[EXERCISE DATA — start]

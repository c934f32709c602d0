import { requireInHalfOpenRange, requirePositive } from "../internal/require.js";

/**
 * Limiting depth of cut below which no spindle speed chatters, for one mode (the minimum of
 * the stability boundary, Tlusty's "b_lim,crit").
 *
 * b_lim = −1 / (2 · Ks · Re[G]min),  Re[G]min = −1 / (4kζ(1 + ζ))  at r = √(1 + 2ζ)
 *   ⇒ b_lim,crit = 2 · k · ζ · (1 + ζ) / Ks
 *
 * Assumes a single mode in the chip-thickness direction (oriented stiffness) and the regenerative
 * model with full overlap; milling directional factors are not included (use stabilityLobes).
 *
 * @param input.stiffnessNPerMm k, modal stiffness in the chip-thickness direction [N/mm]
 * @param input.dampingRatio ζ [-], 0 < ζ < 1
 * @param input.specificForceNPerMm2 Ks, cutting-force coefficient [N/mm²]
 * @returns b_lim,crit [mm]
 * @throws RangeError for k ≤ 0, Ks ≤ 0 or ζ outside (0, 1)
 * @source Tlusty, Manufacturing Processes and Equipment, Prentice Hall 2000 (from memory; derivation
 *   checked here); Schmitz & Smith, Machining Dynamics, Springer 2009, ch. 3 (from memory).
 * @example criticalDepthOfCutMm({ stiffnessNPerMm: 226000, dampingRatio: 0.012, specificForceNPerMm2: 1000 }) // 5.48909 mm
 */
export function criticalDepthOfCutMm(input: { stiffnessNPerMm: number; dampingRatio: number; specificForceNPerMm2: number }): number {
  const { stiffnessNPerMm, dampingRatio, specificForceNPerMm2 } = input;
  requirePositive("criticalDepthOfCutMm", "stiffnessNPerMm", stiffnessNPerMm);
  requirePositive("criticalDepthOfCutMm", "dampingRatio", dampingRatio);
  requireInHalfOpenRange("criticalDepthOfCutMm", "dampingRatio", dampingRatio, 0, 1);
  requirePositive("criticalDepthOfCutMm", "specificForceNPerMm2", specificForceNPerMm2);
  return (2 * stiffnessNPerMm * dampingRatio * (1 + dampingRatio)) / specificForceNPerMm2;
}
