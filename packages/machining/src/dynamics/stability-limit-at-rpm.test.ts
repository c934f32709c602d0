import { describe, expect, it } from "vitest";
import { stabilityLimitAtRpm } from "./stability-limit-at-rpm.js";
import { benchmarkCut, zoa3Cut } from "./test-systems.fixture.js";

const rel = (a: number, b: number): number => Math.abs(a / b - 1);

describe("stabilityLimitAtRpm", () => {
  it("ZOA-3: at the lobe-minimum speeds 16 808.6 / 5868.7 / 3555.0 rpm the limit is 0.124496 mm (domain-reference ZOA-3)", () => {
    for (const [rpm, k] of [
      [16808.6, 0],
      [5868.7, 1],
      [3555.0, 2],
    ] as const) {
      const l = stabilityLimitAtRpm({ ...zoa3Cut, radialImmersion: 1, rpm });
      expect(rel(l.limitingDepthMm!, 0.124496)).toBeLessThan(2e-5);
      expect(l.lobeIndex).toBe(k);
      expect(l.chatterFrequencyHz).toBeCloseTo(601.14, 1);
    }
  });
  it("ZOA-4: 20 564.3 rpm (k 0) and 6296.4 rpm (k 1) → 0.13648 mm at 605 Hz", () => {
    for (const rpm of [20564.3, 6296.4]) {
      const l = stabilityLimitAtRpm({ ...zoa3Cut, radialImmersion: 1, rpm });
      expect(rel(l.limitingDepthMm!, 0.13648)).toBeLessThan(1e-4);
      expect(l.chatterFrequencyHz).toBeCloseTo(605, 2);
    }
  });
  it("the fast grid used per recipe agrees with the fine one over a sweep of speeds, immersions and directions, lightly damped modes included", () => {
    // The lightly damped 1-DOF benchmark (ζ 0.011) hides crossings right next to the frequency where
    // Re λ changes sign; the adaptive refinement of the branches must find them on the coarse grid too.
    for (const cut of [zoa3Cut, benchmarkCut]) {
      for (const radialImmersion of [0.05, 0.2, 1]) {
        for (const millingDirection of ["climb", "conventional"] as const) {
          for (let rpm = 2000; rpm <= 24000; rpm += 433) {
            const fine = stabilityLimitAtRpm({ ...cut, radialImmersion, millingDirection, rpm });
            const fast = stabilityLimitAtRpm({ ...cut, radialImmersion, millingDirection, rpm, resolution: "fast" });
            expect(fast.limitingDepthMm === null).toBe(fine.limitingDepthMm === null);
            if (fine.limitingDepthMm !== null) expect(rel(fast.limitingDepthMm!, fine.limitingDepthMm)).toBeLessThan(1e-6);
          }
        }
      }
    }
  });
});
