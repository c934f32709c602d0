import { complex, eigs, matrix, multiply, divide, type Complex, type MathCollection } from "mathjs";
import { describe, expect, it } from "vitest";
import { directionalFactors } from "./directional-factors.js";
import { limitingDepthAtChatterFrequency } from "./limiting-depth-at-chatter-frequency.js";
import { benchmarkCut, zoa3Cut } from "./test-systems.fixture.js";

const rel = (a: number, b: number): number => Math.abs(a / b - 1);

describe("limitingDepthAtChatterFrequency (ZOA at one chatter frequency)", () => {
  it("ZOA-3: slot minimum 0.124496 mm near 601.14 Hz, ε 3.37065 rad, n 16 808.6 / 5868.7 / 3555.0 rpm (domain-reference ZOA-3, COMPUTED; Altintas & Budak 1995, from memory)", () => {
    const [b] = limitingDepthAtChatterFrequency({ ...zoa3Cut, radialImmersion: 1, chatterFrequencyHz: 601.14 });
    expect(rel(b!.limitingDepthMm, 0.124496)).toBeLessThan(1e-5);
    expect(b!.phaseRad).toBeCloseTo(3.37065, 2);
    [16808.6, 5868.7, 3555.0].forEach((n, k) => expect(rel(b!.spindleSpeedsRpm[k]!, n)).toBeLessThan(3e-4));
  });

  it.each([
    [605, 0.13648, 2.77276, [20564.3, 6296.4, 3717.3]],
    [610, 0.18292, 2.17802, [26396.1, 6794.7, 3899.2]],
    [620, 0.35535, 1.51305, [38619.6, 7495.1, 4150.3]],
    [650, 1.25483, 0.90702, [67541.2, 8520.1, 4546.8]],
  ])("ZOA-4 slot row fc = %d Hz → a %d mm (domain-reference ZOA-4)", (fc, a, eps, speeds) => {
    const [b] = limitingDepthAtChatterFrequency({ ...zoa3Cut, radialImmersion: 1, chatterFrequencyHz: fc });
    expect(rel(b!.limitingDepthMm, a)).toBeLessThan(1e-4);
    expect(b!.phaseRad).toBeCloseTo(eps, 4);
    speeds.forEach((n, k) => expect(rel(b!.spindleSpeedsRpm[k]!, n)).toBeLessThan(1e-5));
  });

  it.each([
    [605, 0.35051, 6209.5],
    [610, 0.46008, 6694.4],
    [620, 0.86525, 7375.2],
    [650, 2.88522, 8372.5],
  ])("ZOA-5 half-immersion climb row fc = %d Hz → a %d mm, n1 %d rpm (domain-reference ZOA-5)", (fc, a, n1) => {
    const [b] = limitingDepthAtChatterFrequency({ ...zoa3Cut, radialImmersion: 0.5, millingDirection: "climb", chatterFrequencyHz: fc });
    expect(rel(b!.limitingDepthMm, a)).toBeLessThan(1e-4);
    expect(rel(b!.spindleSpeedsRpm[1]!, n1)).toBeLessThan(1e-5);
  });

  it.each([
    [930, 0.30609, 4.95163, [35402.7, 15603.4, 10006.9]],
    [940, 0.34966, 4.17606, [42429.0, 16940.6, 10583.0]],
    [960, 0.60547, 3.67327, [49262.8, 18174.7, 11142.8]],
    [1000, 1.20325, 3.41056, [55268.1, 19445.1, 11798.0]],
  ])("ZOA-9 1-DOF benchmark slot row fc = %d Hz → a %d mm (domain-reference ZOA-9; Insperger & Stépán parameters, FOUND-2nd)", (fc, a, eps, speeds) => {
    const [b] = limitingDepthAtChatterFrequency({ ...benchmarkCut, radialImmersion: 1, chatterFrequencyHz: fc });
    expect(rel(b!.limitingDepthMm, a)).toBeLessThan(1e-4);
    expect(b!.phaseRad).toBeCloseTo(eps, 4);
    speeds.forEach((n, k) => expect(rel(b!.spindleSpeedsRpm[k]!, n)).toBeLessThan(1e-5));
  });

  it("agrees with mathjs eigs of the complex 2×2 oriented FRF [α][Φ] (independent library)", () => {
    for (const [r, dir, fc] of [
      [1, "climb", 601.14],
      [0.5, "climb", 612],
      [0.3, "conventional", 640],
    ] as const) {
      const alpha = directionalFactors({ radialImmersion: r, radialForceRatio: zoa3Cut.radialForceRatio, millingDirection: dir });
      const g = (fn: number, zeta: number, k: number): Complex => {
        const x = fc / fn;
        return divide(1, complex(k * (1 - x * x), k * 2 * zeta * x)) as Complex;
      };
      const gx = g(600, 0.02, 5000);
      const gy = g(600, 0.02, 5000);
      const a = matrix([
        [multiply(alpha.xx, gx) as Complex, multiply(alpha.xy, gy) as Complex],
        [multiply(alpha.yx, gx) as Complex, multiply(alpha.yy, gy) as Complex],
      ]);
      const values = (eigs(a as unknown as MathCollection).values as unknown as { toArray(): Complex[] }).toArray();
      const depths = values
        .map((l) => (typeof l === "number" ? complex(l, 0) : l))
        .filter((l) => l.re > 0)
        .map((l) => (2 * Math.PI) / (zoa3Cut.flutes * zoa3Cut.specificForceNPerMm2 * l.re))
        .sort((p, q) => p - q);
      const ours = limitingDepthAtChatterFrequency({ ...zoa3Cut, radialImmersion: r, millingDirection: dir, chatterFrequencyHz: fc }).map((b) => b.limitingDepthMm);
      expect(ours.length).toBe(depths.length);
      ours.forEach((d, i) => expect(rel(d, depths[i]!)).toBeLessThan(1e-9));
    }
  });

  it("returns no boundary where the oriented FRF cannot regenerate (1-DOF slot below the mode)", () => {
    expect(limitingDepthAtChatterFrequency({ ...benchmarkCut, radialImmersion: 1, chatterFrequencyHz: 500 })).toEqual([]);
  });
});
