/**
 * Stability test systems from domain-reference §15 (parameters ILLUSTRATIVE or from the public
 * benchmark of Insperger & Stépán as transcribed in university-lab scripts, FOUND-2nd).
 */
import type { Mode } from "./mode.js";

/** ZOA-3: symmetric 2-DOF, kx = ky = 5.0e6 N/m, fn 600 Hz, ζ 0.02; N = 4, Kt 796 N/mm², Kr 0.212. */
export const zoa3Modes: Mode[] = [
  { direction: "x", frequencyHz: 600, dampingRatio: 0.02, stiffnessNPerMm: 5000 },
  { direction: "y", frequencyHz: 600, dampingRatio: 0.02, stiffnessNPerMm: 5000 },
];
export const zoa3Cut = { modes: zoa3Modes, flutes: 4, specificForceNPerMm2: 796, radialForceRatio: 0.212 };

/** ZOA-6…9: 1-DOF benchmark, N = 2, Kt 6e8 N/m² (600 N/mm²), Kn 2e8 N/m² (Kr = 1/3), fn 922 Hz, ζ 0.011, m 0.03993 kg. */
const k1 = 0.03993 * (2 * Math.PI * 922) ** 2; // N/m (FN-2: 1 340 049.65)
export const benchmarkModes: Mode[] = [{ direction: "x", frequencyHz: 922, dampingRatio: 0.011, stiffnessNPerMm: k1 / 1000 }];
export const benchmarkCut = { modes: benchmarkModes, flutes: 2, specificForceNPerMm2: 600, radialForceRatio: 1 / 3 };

[EXERCISE DATA — finish]

Each line holding "radialImmersion" should be copied from the material above.

      const l = stabilityLimitAtRpm({ ...zoa3Cut, radialImmersion: 1, rpm });
      const l = stabilityLimitAtRpm({ ...zoa3Cut, radialImmersion: 1, rpm });
      for (const radialImmersion of [0.05, 0.2, 1]) {
            const fine = stabilityLimitAtRpm({ ...cut, radialImmersion, millingDirection, rpm });
            const fast = stabilityLimitAtRpm({ ...cut, radialImmersion, millingDirection, rpm, resolution: "fast" });
    const [b] = limitingDepthAtChatterFrequency({ ...zoa3Cut, radialImmersion: 1, chatterFrequencyHz: 601.14 });
    const [b] = limitingDepthAtChatterFrequency({ ...zoa3Cut, radialImmersion: 1, chatterFrequencyHz: fc });
    const [b] = limitingDepthAtChatterFrequency({ ...zoa3Cut, radialImmersion: 0.5, millingDirection: "climb", chatterFrequencyHz: fc });
    const [b] = limitingDepthAtChatterFrequency({ ...benchmarkCut, radialImmersion: 1, chatterFrequencyHz: fc });
      const alpha = directionalFactors({ radialImmersion: r, radialForceRatio: zoa3Cut.radialForceRatio, millingDirection: dir });
      const ours = limitingDepthAtChatterFrequency({ ...zoa3Cut, radialImmersion: r, millingDirection: dir, chatterFrequencyHz: fc }).map((b) => b.limitingDepthMm);
    expect(limitingDepthAtChatterFrequency({ ...benchmarkCut, radialImmersion: 1, chatterFrequencyHz: 500 })).toEqual([]);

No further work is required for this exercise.